_WHAT TO WORK ON_. Could you set down exactly the lines in the records below between the line holding "filename lib/billing/mail.ts" and the line holding "const text = isCredit", inclusive?

_DATA RECORDS_.

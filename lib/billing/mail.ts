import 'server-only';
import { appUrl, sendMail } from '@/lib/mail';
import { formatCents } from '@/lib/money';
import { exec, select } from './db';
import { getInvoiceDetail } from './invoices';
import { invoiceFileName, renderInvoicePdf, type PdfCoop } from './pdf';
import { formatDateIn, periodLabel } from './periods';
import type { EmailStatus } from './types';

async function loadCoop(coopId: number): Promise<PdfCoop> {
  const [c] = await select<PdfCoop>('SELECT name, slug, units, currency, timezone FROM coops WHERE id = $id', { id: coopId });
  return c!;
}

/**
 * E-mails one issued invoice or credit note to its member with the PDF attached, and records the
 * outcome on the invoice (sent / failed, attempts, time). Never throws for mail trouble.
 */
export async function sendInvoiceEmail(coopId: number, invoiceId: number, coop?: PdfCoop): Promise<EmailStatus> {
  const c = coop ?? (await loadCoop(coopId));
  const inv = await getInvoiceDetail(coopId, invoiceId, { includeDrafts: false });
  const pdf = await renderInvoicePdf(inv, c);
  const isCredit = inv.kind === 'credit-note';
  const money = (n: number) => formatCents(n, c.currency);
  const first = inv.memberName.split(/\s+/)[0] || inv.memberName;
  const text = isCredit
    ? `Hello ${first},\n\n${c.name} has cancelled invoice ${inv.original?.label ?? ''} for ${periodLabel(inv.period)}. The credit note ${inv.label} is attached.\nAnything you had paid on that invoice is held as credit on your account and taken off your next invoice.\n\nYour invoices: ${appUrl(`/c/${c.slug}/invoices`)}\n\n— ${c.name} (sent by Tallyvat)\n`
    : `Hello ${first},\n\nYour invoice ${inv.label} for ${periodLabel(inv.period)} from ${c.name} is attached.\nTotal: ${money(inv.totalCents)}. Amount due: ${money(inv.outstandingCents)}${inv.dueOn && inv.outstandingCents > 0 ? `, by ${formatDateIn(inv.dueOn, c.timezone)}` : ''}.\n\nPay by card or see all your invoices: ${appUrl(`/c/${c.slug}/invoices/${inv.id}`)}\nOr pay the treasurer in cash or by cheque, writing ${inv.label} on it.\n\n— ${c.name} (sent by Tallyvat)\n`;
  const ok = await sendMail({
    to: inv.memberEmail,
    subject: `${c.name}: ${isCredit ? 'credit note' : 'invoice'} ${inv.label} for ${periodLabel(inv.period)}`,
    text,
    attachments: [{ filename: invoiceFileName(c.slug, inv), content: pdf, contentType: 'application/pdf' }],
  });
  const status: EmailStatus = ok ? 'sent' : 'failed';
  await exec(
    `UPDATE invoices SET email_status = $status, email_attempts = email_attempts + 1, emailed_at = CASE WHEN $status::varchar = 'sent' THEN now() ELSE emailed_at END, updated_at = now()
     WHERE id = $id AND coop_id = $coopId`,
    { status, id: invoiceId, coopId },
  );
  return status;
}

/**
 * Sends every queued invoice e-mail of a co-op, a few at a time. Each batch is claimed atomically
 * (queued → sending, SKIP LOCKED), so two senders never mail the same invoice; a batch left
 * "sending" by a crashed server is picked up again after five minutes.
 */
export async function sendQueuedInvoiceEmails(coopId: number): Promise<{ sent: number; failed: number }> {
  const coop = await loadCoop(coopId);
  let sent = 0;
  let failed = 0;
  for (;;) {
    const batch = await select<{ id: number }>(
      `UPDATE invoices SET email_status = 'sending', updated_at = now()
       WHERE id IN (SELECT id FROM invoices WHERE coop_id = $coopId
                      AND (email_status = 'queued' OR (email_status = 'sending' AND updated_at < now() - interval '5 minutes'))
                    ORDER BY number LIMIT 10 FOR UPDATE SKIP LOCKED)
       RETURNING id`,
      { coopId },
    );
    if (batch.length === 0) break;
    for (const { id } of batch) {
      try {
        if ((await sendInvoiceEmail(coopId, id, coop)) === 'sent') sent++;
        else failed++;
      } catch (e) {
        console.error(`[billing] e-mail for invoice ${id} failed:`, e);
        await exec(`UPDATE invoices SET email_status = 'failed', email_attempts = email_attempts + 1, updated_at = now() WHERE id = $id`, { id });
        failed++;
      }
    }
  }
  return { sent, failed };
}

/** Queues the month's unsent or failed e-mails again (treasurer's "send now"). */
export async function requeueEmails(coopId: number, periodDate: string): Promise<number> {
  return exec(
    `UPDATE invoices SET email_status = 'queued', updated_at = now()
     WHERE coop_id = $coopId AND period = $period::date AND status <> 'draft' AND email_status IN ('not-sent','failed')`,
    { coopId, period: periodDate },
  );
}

...

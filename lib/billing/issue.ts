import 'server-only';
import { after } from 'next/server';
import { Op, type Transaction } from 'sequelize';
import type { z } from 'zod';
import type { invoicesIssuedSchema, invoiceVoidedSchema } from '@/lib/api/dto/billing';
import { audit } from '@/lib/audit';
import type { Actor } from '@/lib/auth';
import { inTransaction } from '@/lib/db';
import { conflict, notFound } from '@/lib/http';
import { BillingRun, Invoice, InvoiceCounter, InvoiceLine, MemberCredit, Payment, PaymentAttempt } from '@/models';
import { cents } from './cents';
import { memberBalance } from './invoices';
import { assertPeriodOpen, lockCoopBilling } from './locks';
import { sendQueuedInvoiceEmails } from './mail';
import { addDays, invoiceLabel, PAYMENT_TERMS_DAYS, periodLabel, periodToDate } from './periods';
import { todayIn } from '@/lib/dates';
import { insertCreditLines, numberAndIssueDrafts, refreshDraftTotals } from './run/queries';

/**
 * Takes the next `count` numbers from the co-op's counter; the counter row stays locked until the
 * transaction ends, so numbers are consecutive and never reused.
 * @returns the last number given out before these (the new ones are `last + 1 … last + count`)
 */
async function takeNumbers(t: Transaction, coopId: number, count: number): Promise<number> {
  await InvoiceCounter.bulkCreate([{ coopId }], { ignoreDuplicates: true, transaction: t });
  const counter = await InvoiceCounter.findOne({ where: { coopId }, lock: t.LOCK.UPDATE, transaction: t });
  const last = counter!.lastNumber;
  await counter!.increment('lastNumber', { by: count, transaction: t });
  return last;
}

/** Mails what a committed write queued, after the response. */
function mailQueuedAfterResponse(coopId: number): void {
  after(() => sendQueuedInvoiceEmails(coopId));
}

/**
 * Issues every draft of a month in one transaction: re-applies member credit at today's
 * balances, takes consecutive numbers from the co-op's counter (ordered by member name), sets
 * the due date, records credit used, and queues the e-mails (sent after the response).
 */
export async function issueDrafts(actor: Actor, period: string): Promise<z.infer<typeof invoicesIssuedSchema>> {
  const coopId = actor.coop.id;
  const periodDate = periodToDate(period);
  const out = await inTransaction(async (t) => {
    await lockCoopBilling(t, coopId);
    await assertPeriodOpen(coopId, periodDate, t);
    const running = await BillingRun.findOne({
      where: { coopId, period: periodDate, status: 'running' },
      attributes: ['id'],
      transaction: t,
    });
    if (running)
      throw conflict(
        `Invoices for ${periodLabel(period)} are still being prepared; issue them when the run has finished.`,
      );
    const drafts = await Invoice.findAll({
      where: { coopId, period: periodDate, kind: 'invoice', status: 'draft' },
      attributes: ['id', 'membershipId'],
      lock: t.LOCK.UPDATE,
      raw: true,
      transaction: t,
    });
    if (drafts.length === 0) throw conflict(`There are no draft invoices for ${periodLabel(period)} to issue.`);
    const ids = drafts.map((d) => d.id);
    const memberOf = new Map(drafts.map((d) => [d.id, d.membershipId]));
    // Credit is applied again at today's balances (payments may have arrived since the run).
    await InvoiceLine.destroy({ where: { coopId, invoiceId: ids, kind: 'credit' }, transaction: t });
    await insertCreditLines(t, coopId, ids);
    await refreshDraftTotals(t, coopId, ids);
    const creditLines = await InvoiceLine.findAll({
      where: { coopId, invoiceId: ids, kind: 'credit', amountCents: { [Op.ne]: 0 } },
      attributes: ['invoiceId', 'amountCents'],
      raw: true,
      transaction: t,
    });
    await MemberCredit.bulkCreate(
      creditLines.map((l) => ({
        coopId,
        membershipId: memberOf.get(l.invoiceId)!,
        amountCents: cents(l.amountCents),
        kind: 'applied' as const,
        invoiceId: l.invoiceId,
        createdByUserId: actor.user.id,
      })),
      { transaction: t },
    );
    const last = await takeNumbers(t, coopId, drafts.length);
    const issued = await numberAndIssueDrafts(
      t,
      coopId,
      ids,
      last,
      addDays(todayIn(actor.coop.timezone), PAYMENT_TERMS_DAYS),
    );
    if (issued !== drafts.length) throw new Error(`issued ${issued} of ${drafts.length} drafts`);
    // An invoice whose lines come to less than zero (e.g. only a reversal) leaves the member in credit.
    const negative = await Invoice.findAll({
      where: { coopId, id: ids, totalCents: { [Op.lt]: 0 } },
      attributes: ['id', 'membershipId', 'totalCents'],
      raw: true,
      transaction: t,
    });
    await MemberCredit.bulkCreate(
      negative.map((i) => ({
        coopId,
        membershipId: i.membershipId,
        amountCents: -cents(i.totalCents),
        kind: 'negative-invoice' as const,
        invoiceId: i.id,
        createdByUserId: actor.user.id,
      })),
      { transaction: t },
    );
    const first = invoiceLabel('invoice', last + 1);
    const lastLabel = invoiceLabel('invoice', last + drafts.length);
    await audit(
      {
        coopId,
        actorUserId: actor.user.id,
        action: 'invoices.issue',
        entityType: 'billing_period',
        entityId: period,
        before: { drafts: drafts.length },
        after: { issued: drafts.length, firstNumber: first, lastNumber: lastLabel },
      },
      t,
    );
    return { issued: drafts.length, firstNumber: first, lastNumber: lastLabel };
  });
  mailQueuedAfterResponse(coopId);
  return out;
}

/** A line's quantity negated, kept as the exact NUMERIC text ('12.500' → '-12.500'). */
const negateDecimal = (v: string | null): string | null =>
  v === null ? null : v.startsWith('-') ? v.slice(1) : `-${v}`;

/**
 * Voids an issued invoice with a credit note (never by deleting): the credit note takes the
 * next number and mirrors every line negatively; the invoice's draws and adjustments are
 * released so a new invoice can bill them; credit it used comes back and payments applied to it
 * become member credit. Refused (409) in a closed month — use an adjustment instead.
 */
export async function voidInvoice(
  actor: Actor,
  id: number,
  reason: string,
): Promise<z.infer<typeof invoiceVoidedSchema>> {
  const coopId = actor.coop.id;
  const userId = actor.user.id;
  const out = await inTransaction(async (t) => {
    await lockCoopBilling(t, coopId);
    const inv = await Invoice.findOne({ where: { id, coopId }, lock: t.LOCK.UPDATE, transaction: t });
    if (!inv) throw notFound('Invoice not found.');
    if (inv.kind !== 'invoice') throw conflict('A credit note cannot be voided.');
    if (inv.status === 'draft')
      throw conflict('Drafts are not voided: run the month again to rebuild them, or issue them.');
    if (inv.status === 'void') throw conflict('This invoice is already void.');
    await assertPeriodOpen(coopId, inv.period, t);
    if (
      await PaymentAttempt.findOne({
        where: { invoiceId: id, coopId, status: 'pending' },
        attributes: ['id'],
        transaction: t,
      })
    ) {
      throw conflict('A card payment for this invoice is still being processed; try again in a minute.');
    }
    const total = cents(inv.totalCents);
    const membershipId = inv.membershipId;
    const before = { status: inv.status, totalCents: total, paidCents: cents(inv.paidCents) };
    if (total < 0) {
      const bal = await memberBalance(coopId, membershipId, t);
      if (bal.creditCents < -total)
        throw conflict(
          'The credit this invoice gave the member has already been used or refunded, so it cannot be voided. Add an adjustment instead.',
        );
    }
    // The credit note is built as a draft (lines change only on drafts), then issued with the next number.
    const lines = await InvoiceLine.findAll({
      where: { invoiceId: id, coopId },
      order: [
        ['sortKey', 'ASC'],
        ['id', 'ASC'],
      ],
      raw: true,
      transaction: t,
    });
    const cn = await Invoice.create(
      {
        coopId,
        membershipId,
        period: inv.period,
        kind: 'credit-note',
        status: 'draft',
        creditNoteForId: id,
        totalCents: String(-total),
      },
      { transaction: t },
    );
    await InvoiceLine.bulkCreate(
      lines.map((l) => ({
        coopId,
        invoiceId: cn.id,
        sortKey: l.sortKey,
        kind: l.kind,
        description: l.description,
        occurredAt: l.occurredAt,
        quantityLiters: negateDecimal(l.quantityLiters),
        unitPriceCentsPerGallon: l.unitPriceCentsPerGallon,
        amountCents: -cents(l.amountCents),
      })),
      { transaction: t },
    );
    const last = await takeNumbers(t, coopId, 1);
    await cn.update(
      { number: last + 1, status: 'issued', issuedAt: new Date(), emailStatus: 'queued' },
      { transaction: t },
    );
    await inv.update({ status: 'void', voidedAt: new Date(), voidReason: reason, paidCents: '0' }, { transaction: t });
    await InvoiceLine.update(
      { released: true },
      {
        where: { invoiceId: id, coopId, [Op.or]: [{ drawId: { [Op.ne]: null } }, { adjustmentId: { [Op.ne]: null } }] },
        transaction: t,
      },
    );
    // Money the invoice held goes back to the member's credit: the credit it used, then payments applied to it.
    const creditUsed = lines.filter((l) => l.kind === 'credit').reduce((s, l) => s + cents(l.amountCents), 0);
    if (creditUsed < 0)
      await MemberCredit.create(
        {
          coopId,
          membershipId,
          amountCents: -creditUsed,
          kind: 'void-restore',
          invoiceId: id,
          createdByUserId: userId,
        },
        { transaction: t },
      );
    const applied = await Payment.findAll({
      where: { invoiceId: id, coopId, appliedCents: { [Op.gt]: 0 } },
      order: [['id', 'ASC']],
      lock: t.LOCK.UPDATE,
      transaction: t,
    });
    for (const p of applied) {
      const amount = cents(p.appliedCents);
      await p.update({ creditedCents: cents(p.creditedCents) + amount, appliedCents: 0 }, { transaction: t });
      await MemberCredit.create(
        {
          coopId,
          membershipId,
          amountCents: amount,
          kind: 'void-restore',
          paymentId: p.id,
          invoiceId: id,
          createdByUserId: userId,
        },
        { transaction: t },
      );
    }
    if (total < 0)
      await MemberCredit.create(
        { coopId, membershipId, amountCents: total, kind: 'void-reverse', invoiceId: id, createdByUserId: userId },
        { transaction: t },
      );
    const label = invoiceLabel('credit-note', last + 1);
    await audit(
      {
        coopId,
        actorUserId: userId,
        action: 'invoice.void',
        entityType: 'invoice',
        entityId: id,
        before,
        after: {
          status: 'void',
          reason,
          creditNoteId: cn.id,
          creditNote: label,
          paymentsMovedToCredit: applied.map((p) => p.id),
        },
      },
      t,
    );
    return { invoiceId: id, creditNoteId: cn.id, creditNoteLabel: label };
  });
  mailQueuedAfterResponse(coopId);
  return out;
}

==

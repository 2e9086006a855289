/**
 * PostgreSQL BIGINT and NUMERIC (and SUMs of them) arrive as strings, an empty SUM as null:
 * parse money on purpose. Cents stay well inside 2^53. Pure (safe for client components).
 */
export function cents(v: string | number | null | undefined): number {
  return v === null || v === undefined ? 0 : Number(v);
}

_FINISHED TASK_.
filename lib/billing/mail.ts
import 'server-only';
import { appUrl, sendMail } from '@/lib/mail';
import { formatCents } from '@/lib/money';
import { exec, select } from './db';
import { getInvoiceDetail } from './invoices';
import { invoiceFileName, renderInvoicePdf, type PdfCoop } from './pdf';
import { formatDateIn, periodLabel } from './periods';
import type { EmailStatus } from './types';

async function loadCoop(coopId: number): Promise<PdfCoop> {
  const [c] = await select<PdfCoop>('SELECT name, slug, units, currency, timezone FROM coops WHERE id = $id', { id: coopId });
  return c!;
}

/**
 * E-mails one issued invoice or credit note to its member with the PDF attached, and records the
 * outcome on the invoice (sent / failed, attempts, time). Never throws for mail trouble.
 */
export async function sendInvoiceEmail(coopId: number, invoiceId: number, coop?: PdfCoop): Promise<EmailStatus> {
  const c = coop ?? (await loadCoop(coopId));
  const inv = await getInvoiceDetail(coopId, invoiceId, { includeDrafts: false });
  const pdf = await renderInvoicePdf(inv, c);
  const isCredit = inv.kind === 'credit-note';
  const money = (n: number) => formatCents(n, c.currency);
  const first = inv.memberName.split(/\s+/)[0] || inv.memberName;
  const text = isCredit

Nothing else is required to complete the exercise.